Quería salir. Habíamos llegado recién, pero ya era hora de darle fin al sorpresivo y agitado tour etílico que veníamos haciendo desde la hora del almuerzo, cuando me lo encontré pateando la perra por la Avenida Central y sin siquiera proponerlo, nos metimos a cuanto bar abierto encontrábamos en el camino. El plan era que apenas se vaciara la última botella, tenía que tomar el bolso y entrar al baño. Él mientras se paraba, dejaba algo en la mesa simulando la propina o algo así, pedía fuego en cualquier mesa que estuviera bien lejos de la nuestra y lo más rápido que pudiéramos nos encontraríamos en la puerta. Y así la misma hazaña en todos los demás.
Este loco Estaba bien loco y por eso me gustaba, por eso mismo es que apagaba el teléfono cuando estaba con él para no perderme detalle y es por eso también que no me daba ni cuenta cuando no alcanzaba a vaciar el vaso y ya estaba hasta el tope otra vez. Tenía ese “qué sé yo que no sé qué”, una capacidad de emborracharte la perdiz totalmente innata.
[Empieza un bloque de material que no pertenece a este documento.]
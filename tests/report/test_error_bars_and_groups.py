"""Other error bars, columns that move together, and the figures about left-out rows, as they stand on the sheet."""

from __future__ import annotations

import re
from dataclasses import replace
from itertools import pairwise

import numpy as np
import pytest
from report_cases import CASES, drawn, leverage_one, moving_together, orders, parts, perfect, planned, row_of, values_in

import sheetfuncs
from sheetfuncs.report.first_screen import CAUTION
from sheetfuncs.report.layout import COLUMN_PIXELS
from sheetfuncs.report.near_dependencies import TITLE as TOGETHER
from sheetfuncs.report.robust_errors import NOTE
from sheetfuncs.report.robust_errors import TITLE as ERROR_BARS
from sheetfuncs.report.statistics import AS_ABOVE, METHODS, degrees_text
from sheetfuncs.report.text import text_width


def texts_of(plan):
    return [cell.value for cell in plan.cells if isinstance(cell.value, str)]


def lines_below(plan, title, count):
    """What stands on the first `count` lines of figures below a heading."""
    first = row_of(plan, title)
    rows = sorted({cell.row for cell in plan.cells if cell.row > first and isinstance(cell.value, float)})
    return [values_in(plan, row) for row in rows[:count]]


@pytest.mark.parametrize("name", [name for name in CASES if CASES[name]().fit.has_error_bars])
def test_a_line_a_term_with_the_covariances_own_figures(name):
    check = CASES[name]()
    plan = planned(check)
    kinds = [check.covariance("hc_se", type="HC3"), check.covariance("newey_west")]
    for j, line in enumerate(lines_below(plan, ERROR_BARS, check.fit.p)):
        expected = [check.fit.standard_errors[j]]
        for kind in kinds:
            figures = [kind.standard_errors[j], kind.low[j], kind.high[j]] if kind.applies else [np.nan] * 3
            expected += [value if np.isfinite(value) else "–" for value in figures]
        assert line[1:] == expected
    for kind in kinds:
        said = kind.note if kind.applies else kind.reason
        assert any(said in text for text in texts_of(plan))


def test_each_kind_says_when_it_is_meant():
    assert re.search(r"HC3 .*unequal\s+spread", NOTE)
    assert re.search(r"Newey-West .*neighbours .*related", NOTE)


def test_a_kind_that_does_not_apply_says_why():
    check = leverage_one()
    [remark] = [text for text in texts_of(planned(check)) if text.startswith("HC3 does not apply")]
    assert "Row 4 has leverage 1" in remark
    assert "Newey-West: lag" in remark


def test_no_other_error_bars_where_there_are_none_at_all():
    assert ERROR_BARS not in texts_of(planned(perfect()))


def test_groups_of_columns_are_named_with_their_index():
    check = moving_together()
    plan = planned(check)
    lines = lines_below(plan, TOGETHER, 3)
    assert [line[0] for line in lines] == [
        "Length of the part as drawn (mm) and Length of the part as measured (mm)", "Mass, dry (kg) and Mass, wet (kg)",
        "Intercept and Kiln temperature (K)",
    ]
    slopes = check.condition_centred.near_dependencies
    with_level = [one for one in check.condition.near_dependencies if one.terms[0] == "intercept"]
    assert [line[1] for line in lines] == [one.index for one in (*slopes, *with_level)]
    assert [("slopes are not harmed" in line[2]) for line in lines] == [False, False, True]


def test_the_first_screen_names_the_strongest_group():
    check = moving_together()
    plan = planned(check)
    end = row_of(plan, CAUTION)
    said = [cell.value for cell in plan.cells if cell.row < end and "move together" in str(cell.value)]
    assert len(said) == 1
    assert "Length of the part as d… and Length of the part as m… move together (condition index" in said[0]


def test_many_columns_in_a_group_are_counted_on_the_first_screen():
    draws = np.random.default_rng(15)
    columns = draws.normal(size=(50, 7))
    columns[:, 6] = columns[:, :6].sum(axis=1) + 0.01 * draws.normal(size=50)
    check = sheetfuncs.check(draws.normal(size=50), columns, names=[f"gauge {j}" for j in range(7)])
    size = next(one.size for one in check.evidence if one.assumption == "collinearity")
    assert "gauge 0, gauge 1, gauge 2, gauge 3 and 3 more move together" in size


def test_unrelated_columns_are_said_to_be_so_with_both_indices():
    check = orders()
    assert not check.condition_centred.near_dependencies
    assert not check.condition.near_dependencies
    [said] = [text for text in texts_of(planned(check)) if text.startswith("No group of columns moves together")]
    about, as_they_are = check.condition_centred.number, check.condition.number
    assert f"{about:.2f} about their means and {as_they_are:.2f} as they are" in said


def test_a_strong_index_without_a_group_is_not_said_to_be_none():
    condition = orders().condition
    strong = replace(condition, indices=np.array([1.0, 2.0, 45.0]), near_dependencies=())
    texts = texts_of(planned(replace(orders(), condition=strong)))
    assert not any(text.startswith("No group of columns") for text in texts)
    assert any("45.0 as they are; from 30 on it counts as strong" in text for text in texts)


def test_left_out_rows_and_residual_mean_among_the_fits_figures():
    check = orders(intercept=False)
    plan = planned(check)
    press = check.statistic("press")
    _, share, note = values_in(plan, row_of(plan, "R² on left-out rows"))
    assert share == press.details["predicted_r_squared"]
    assert "PRESS" in note
    _, mean, note = values_in(plan, row_of(plan, "Residual mean"))
    assert mean == pytest.approx(check.fit.residuals.mean(), rel=1e-12)
    assert "without an intercept" in note


def test_left_out_rows_that_nothing_predicts():
    plan = planned(leverage_one())
    _, share, note = values_in(plan, row_of(plan, "R² on left-out rows"))
    assert share == "–"
    assert note.startswith("Leverage 1")


def test_a_negative_share_is_explained():
    draws = np.random.default_rng(16)
    check = sheetfuncs.check(draws.normal(size=20), draws.normal(size=(20, 5)))
    plan = planned(check)
    _, share, note = values_in(plan, row_of(plan, "R² on left-out rows"))
    assert share < 0
    assert note.endswith("Negative: the response's mean predicts better.")


def test_a_note_is_not_repeated_on_the_next_row():
    check = orders()
    plan = planned(check)
    names = {name for _, _, name in METHODS}
    rows = sorted(cell.row for cell in plan.cells if str(cell.value).partition(", ")[0] in names and cell.column == 3)
    last = [values_in(plan, row)[-1] for row in rows]
    assert AS_ABOVE in last
    assert last[0] != AS_ABOVE
    assert all(one != other or one == AS_ABOVE for one, other in pairwise(last))
    exact = [line for line in (values_in(plan, row) for row in rows) if str(line[0]).startswith("Durbin-Watson, exact")]
    assert [line[-1] == AS_ABOVE for line in exact] == [False, True, True]


def test_a_row_to_look_at_is_drawn_once():
    check = orders()
    chart = planned(check).charts[0]
    columns = {column.area: column.values for column in planned(check).columns}
    plain, flagged = columns[chart.series[0].y], columns[chart.series[1].y]
    assert len(plain) + len(flagged) == check.fit.n
    assert set(flagged) == {check.fit.residuals[flag.index] for flag in check.flagged}
    assert not set(plain) & set(flagged)


@pytest.mark.parametrize("n", [60, 1_000])
def test_the_farthest_rows_carry_their_worksheet_row(n):
    """Columns for few rows, points for many; labels in words, as hosts differ on a point's category."""
    draws = np.random.default_rng(17)
    x = draws.normal(size=n)
    y = x + 0.1 * draws.normal(size=n)
    columns = np.zeros((n, 9))
    columns[:, 0] = x
    columns[np.arange(0, 56, 7), np.arange(1, 9)] = 5.0  # each of these rows alone moves its own coefficient
    columns[np.arange(1, 57, 7), np.arange(1, 9)] = 1.0
    check = sheetfuncs.check(y, columns)
    assert len(check.flagged) > 6
    plan = planned(check)
    [chart] = [chart for chart in plan.charts if chart.title.startswith("How far does each row move")]
    labels = [label for label in chart.series[1].labels if label]
    assert len(labels) == 6
    assert set(labels) <= {str(flag.row) for flag in check.flagged}
    number = plan.charts.index(chart) + 1
    xml = parts(drawn(plan))[f"xl/charts/chart{number}.xml"].decode()
    assert re.findall(r"<a:t>(\d+)</a:t>", xml) == labels


def test_more_than_5000_rows_rest_on_anderson_darling():
    draws = np.random.default_rng(18)
    x = draws.normal(size=5_001)
    check = sheetfuncs.check(x + draws.normal(size=5_001), x, names=["x"])
    [normality] = [one for one in check.evidence if one.assumption == "normality"]
    assert normality.test.startswith("Anderson-Darling")
    assert normality.p == check.statistic("anderson_darling").p
    assert not check.statistic("shapiro_wilk").applies


def test_degrees_of_freedom_of_many_rows_stand_in_their_column():
    draws = np.random.default_rng(19)
    x = draws.normal(size=120_000)
    check = sheetfuncs.check(x + draws.normal(size=120_000), x, names=["x"])
    assert degrees_text((1.0, 2_000_000.0)) == "1 and 2,000,000"
    pairs = [cell for cell in planned(check).cells if cell.value == degrees_text(check.statistic("rainbow").df)]
    assert pairs
    for pair in pairs:
        assert pair.value == "60,000 and 59,998"
        assert pair.style.wrap
        assert max(text_width(word, 9) for word in pair.value.split()) < COLUMN_PIXELS - 5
Podía convencerte de cambiar el “mierda” por un “Pinochet” en el “viva Chile” en un dos por tres y así mismo te ponía a vociferar con él un “correlé, correlé, correlá”.
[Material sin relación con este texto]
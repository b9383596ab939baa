import type { Desk } from './desk';

export type Newcomer = { name: string; email: string; code: string };

/** Enrols one person by the form. */
export async function addPerson(desk: Desk, person: Newcomer): Promise<void> {
	await desk.section('People');
	await desk.follow('Add a person');
	await desk.fill('Name', person.name);
	await desk.fill('E-mail', person.email);
	await desk.fill(/^Code/, person.code);
	await desk.press('Add this person');
	await desk.link(person.code).waitFor();
}

/** Pastes rows and has them read; nothing is stored yet. */
export async function pasteRows(desk: Desk, people: readonly Newcomer[]): Promise<void> {
	await desk.section('People');
	await desk.follow(/^Paste rows/);
	const rows = people.map(({ name, email, code }) => [name, email, code].join('\t'));
	await desk.fill('Rows', ['name\te-mail\tcode', ...rows].join('\n'));
	await desk.press('Read these rows');
	await desk.see(/will be added/);
}

/** Chooses everybody in the list and says what is to be done with them. */
export async function chooseEverybody(desk: Desk): Promise<number> {
	await desk.section('People');
	await desk.follow(/^All( \d|$)/);
	await desk.page.waitForURL(/view=all/);
	const boxes = desk.page.getByRole('checkbox', { name: /^Choose / });
	for (const box of await boxes.all()) await desk.hands.tick(box);
	return boxes.count();
}

export async function openPerson(desk: Desk, code: string): Promise<void> {
	await desk.section('People');
	await desk.hands.write(desk.page.getByRole('searchbox', { name: 'Find a code' }), code);
	await desk.hands.press(desk.page.getByRole('link', { name: code, exact: true }));
	await desk.page.getByRole('heading', { level: 1, name: code }).waitFor();
}

/** Opens one of the person's visits, by its row in their table. */
export async function openVisit(desk: Desk, code: string, visit: string): Promise<void> {
	await openPerson(desk, code);
	const row = desk.page.getByRole('row', { name: new RegExp(`^${visit}`) });
	await desk.hands.press(row.getByRole('link'));
	await desk.page.getByRole('heading', { level: 1, name: `${code}, ${visit}` }).waitFor();
}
Una vez afuera, después de la enésima hazaña del perro muerto, me ayudó a poner en línea los sentidos y la cabeza en alto “siempre diga”, me decía la cynthia en estos casos, “cuenta hasta tres”, “¡mentalízate hueona!”. Me daba la puerta y su mano sobre mi hombro un gusto a tentación insoslayable, a una especie de purgatorio con luces rojas al poco apetito que de un tiempo a esta parte he tenido por la aventura. Tú me dices cuánto. ¡Hasta ahí!. ¿Cola o blanca?. Así solito nomás, total a estas alturas qué más me puede hacer. Su mirada cómplice y un tanto extrañada, el vaso a medio llenar y mis manos acaloradas era la perfecta atmósfera para proponerle pasar la noche en su cama con esta fulana que no quería dormir sola, pero había que esperar a que terminara de contarme una historia de no sé que cosa que venía balbuceando hace más de media hora. “Hay que creerle la mitad a este no más”, “ es más cuentero”, decían todas, pero todas esas eran lenguas venenosas, envidiosas. Todas andaban tras él.
-¡Corre!
Me agarro fuerte la muñeca, el semáforo daba la luz para cruzar, pero así de rápido como íbamos en la mitad de la calle me soltó la mano y se tiró al suelo, ocupando dos franjas del paso peatonal.
-Acuéstate conmigo.
En ese momento hubiese cambiado las franjas por la pálida decoración de las sábanas, pero no lo pensé ni media vez y ya estaba recostada también. Quedamos pegados hombro con hombro.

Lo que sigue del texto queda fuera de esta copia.